# ?? conclusions on Fluval equip and microbubbles?



## cich2it (Jul 23, 2012)

After reading threads awhile back on FX5, 406 etc.. did anyone actually come to a conclusion on what causes this problem?
I have a "cheap" 306 fluval and now its doing that bubble thing...Its a little annoying but ...is it all just something we all deal with on this product?

Comments welcome,,,even snarky ones.. :lol: opcorn:


----------



## 13razorbackfan (Sep 28, 2011)

Trial and error as I think there are many different causes. I think two of the main ones are a improper gasket seal and clogged or too much media.


----------



## Dawg2012 (May 10, 2012)

I've had the FX5 microbubble problem a few times, and so far I've had good luck solving it by cycling the power several times (until no more air escapes when the unit is powered down).

Haven't had any issues with my 305 or 405, but I'd try that if it happened.

As for what causes the problem - I'm not sure. Obviously there's air in the unit, but why it's there I don't know.
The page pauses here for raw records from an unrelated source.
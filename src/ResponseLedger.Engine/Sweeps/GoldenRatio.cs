namespace ResponseLedger.Engine.Sweeps;

/// <summary>
/// H / H_golden at the union of both grids within the span that both cover: difference in dB, degrees and seconds. The phase is
/// unwrapped as that of a ratio (not as a difference of two unwrapped curves), with the whole turns that bring the run nearest
/// to the golden run at their lowest common frequency. Between its points the ratio runs straight against log f. The delay is the
/// run's less the golden run's, each by the derivative on its own grid (on the union, points a rounding apart would make noise of it),
/// with the run on the branch that the ratio gives it: its own turns and the golden run's may be counted differently.
/// </summary>
public sealed class GoldenRatio
{
    private readonly double[] frequencyHz;
    private readonly double[] differenceDb;
    private readonly Lazy<RatioPhase> phase;
    private readonly Lazy<double[]> delayDifferenceSeconds;

    private GoldenRatio(Sweep run, Sweep golden, double[] unionHz)
    {
        frequencyHz = unionHz;
        differenceDb = new double[unionHz.Length];
        LevelDifference(run.GainCurve, golden.GainCurve, unionHz, differenceDb);
        bool hasPhase = run.HasPhase && golden.HasPhase;
        // Most masks compare levels only, so phase and delay wait until they are asked for.
        phase = new Lazy<RatioPhase>(() => hasPhase ? Unwrapped(run, golden, unionHz) : new RatioPhase([], [], []));
        delayDifferenceSeconds = new Lazy<double[]>(() => hasPhase ? Difference(OnBranch(run, golden), golden.DelayCurve, unionHz) : []);
    }

    /// <summary>Union of both grids within the common span, in Hz, strictly ascending, 2 or more.</summary>
    public ReadOnlySpan<double> FrequencyHz => frequencyHz;

    /// <summary>Level of the run less that of the golden run in dB; negative infinity at and beside a gain of exactly zero of the run; NaN (absent) at and beside one of the golden run.</summary>
    public ReadOnlySpan<double> DifferenceDb => differenceDb;

    /// <summary>Phase of the ratio in degrees, unwrapped, the first in (-180, 180]; NaN where either is absent; empty when either run carries no phase.</summary>
    public ReadOnlySpan<double> DifferenceDeg => phase.Value.Deg;

    /// <summary>Group delay of the run less that of the golden run in seconds; NaN where either is absent; empty when either run carries no phase.</summary>
    public ReadOnlySpan<double> DelayDifferenceSeconds => delayDifferenceSeconds.Value;

    /// <summary>Steps over 120 degrees that the ratio's phase rests on: its own, and where the grids differ those of both runs, between whose points it is read.</summary>
    public ReadOnlySpan<SuspectStep> SuspectSteps => phase.Value.SuspectSteps;

    /// <summary>Steps over 120 degrees that the delay's difference rests on: the ratio's and those of both runs.</summary>
    public ReadOnlySpan<SuspectStep> DelaySuspectSteps => phase.Value.DelaySuspectSteps;

    /// <summary>The ratio of two runs; null when their spans share less than two frequencies of the union.</summary>
    /// <param name="run">The run.</param>
    /// <param name="golden">The golden run.</param>
    public static GoldenRatio? Of(Sweep run, Sweep golden)
    {
        ArgumentNullException.ThrowIfNull(run);
        ArgumentNullException.ThrowIfNull(golden);
        double[] union = Union(run.FrequencyHz, golden.FrequencyHz);
        return union.Length < 2 ? null : new GoldenRatio(run, golden, union);
    }

    private static RatioPhase Unwrapped(Sweep run, Sweep golden, double[] unionHz)
    {
        double[] deg = Difference(run.PhaseCurve, golden.PhaseCurve, unionHz);
        var own = Unwrapping.Unwrap(unionHz, deg);
        SuspectStep[] all = [.. own.Concat(run.SuspectSteps.ToArray()).Concat(golden.SuspectSteps.ToArray()).OrderBy(step => step.FromHz)];
        bool sameGrid = run.FrequencyHz.SequenceEqual(golden.FrequencyHz);
        return new RatioPhase(deg, sameGrid ? own : all, all);
    }

    /// <summary>The run's delay with its phase, at each point of its own, set to the golden run's plus the ratio's; beyond the common span it goes on by its own steps.</summary>
    private Curve OnBranch(Sweep run, Sweep golden)
    {
        var f = run.FrequencyHz;
        var ratio = new Curve(frequencyHz, phase.Value.Deg);
        var own = run.PhaseDeg;
        var deg = new double[f.Length];
        int first = f.Length;
        int last = -1;
        for (int i = 0; i < f.Length; i++)
        {
            if (!ratio.Spans(f[i]))
                continue;
            (first, last) = (Math.Min(first, i), i);

            // Whole turns alone are moved, so that no rounding of an interpolation enters the phase.
            double goldenDeg = golden.PhaseCurve.ValueAt(f[i]);
            deg[i] = own[i] + 360 * Math.Round((goldenDeg + ratio.ValueAt(f[i]) - own[i]) / 360);
        }

        for (int i = first - 1; i >= 0 && last >= 0; i--)
            deg[i] = deg[i + 1] + own[i] - own[i + 1];
        for (int i = last + 1; i < f.Length && last >= 0; i++)
            deg[i] = deg[i - 1] + own[i] - own[i - 1];
        return new Curve(f, last < 0 ? run.DelaySeconds : GroupDelay.AtPoints(f, deg));
    }

    private static double[] Union(ReadOnlySpan<double> a, ReadOnlySpan<double> b)
    {
        double fromHz = Math.Max(a[0], b[0]);
        double toHz = Math.Min(a[^1], b[^1]);
        var union = new double[a.Length + b.Length];
        int count = 0;
        for (int i = 0, j = 0; i < a.Length || j < b.Length;)
        {
            double next = j == b.Length || i < a.Length && a[i] <= b[j] ? a[i] : b[j];
            if (i < a.Length && a[i] == next)
                i++;
            if (j < b.Length && b[j] == next)
                j++;
            if (next >= fromHz && next <= toHz)
                union[count++] = next;
        }

        return union[..count];
    }

    private static double[] Difference(Curve run, Curve golden, double[] atHz)
    {
        var difference = new double[atHz.Length];
        int i = 0;
        int j = 0;
        for (int k = 0; k < atHz.Length; k++)
            difference[k] = Follow(run, ref i, atHz[k]) - Follow(golden, ref j, atHz[k]);
        return difference;
    }

    private static void LevelDifference(Curve run, Curve golden, double[] atHz, double[] differenceDb)
    {
        int i = 0;
        int j = 0;
        for (int k = 0; k < atHz.Length; k++)
        {
            double level = Follow(run, ref i, atHz[k]);
            double reference = Follow(golden, ref j, atHz[k]);
            differenceDb[k] = !double.IsFinite(reference) ? double.NaN
                : double.IsFinite(level) ? level - reference
                : double.NegativeInfinity;
        }
    }

    /// <summary>The value at a frequency inside the span, for frequencies that ascend from call to call.</summary>
    private static double Follow(Curve curve, ref int piece, double atHz)
    {
        while (piece < curve.Count - 2 && curve.FrequencyHz[piece + 1] <= atHz)
            piece++;
        return curve.OnPiece(piece, atHz);
    }

    private sealed record RatioPhase(double[] Deg, SuspectStep[] SuspectSteps, SuspectStep[] DelaySuspectSteps);
}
It has a self imposed power down/up cycle that it does every 24 hours, which tells me the manufacturer is aware of the problem and that's their attempt to resolve it.

The FX5 has a very high flow rate, which I speculate creates a highly dynamic environment inside the filter, which would make it more sensitive to any issues, such as cavitation or a leaky seal.


----------



## S2K_Alex (Jul 2, 2012)

im not too sure what your talking about the microbubbles but i know when i do a large water change sometimes the intake tube lets some water out or when im servicing the filter and when i turn it on it just spit out bubbles for about 5 min max, but every now and then il catch it spitting out bubbles but thats because i have an air stone next to the outlet of the fluval so oxygen can be disbursed thus creating little bubbles all over the tank and well obviously the filter will suck in some of those little bubbles then release them but i noticed before i got the air stone if your having problems with the bubbles while you have the filter running tilt the canister foward to let the air out and youl see that you wont have anymore in there and it'll quite it down the unit too, that way when you tilt it your allowing the air to go to the hose and you can get rid of the air but if you have an air stone with bubbles all over the tank logically some bubbles will be sucked in and then creats a large air bubble in the canister and eventually it needs to release it so thats why you see microbubbles thats the only thing i can think of.


----------



## kittyk (Sep 20, 2012)

S2K_Alex said:


> im not too sure what your talking about the microbubbles but i know when i do a large water change sometimes the intake tube lets some water out or when im servicing the filter and when i turn it on it just spit out bubbles for about 5 min max, but every now and then il catch it spitting out bubbles but thats because i have an air stone next to the outlet of the fluval so oxygen can be disbursed thus creating little bubbles all over the tank and well obviously the filter will suck in some of those little bubbles then release them but i noticed before i got the air stone if your having problems with the bubbles while you have the filter running tilt the canister foward to let the air out and youl see that you wont have anymore in there and it'll quite it down the unit too, that way when you tilt it your allowing the air to go to the hose and you can get rid of the air but if you have an air stone with bubbles all over the tank logically some bubbles will be sucked in and then creats a large air bubble in the canister and eventually it needs to release it so thats why you see microbubbles thats the only thing i can think of.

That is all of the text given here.